FDA uses AI/ML for Drug Safety Predictions
17th Dec 2020
Jane Reed
FDA uses AI/ML for Drug Safety Predictions

Drug safety is, understandably, a prime concern for pharma organizations, regulators, health authorities and patients alike. While there is always risk associated with any medication or treatment, the aim is always to understand any risk so that it can be handled or mitigated appropriately.

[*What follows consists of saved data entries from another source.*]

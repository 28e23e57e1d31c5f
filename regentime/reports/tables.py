"""Plain table rendering shared by every report: aligned text, Markdown and CSV."""

from __future__ import annotations

import csv
import io
from typing import Iterable, Sequence


def text_table(headers: Sequence[str], rows: Iterable[Sequence[object]], align: str | None = None,
               indent: str = "  ") -> str:
    """Aligned plain-text table.  ``align``: one char per column, 'l' or 'r' (default: first l)."""
    rows = [[("" if c is None else str(c)) for c in r] for r in rows]
    headers = [str(h) for h in headers]
    n = len(headers)
    align = align or ("l" + "r" * (n - 1))
    widths = [max([len(headers[i])] + [len(r[i]) for r in rows]) for i in range(n)]

    def fmt(cells):
        parts = [c.ljust(widths[i]) if align[i] == "l" else c.rjust(widths[i]) for i, c in enumerate(cells)]
        return (indent + "  ".join(parts)).rstrip()

    lines = [fmt(headers), indent + "  ".join("-" * w for w in widths)]
    lines += [fmt(r) for r in rows]
    return "\n".join(lines)


def md_table(headers: Sequence[str], rows: Iterable[Sequence[object]], align: str | None = None) -> str:
    rows = [[("" if c is None else str(c)).replace("|", "\\|") for c in r] for r in rows]
    n = len(headers)
    align = align or ("l" + "r" * (n - 1))
    sep = ["---:" if a == "r" else ":---" for a in align]
    lines = ["| " + " | ".join(headers) + " |", "| " + " | ".join(sep) + " |"]
    lines += ["| " + " | ".join(r) + " |" for r in rows]
    return "\n".join(lines)


def csv_table(headers: Sequence[str], rows: Iterable[Sequence[object]]) -> str:
    buf = io.StringIO()
    w = csv.writer(buf, lineterminator="\n")
    w.writerow(headers)
    for r in rows:
        w.writerow(["" if c is None else (repr(c) if isinstance(c, float) else c) for c in r])
    return buf.getvalue()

The holy grail is, then, how can we predict risk effectively? This is a huge focus of many research initiatives and is being address at many levels – drug target, molecule, patient, population. With the recent flourishing of AI/ML, we’ve seen a blossoming of models to enable risk prediction.

FDA research demonstrates use of NLP for adverse events to feed machine learning

There is ongoing work at the FDA to develop models that can predict adverse events (AEs) using post-market safety data, for new drugs coming on the market. Several recent papers use a combination of AI/ML tools, including NLP, ensemble models and classification algorithms. Some of the research build upon pilot work. The pilot study of six drugs demonstrated that pharmacological target AE profiles, based on marketed drugs, can be used to predict unlabelled adverse events for a new drug at the time of approval.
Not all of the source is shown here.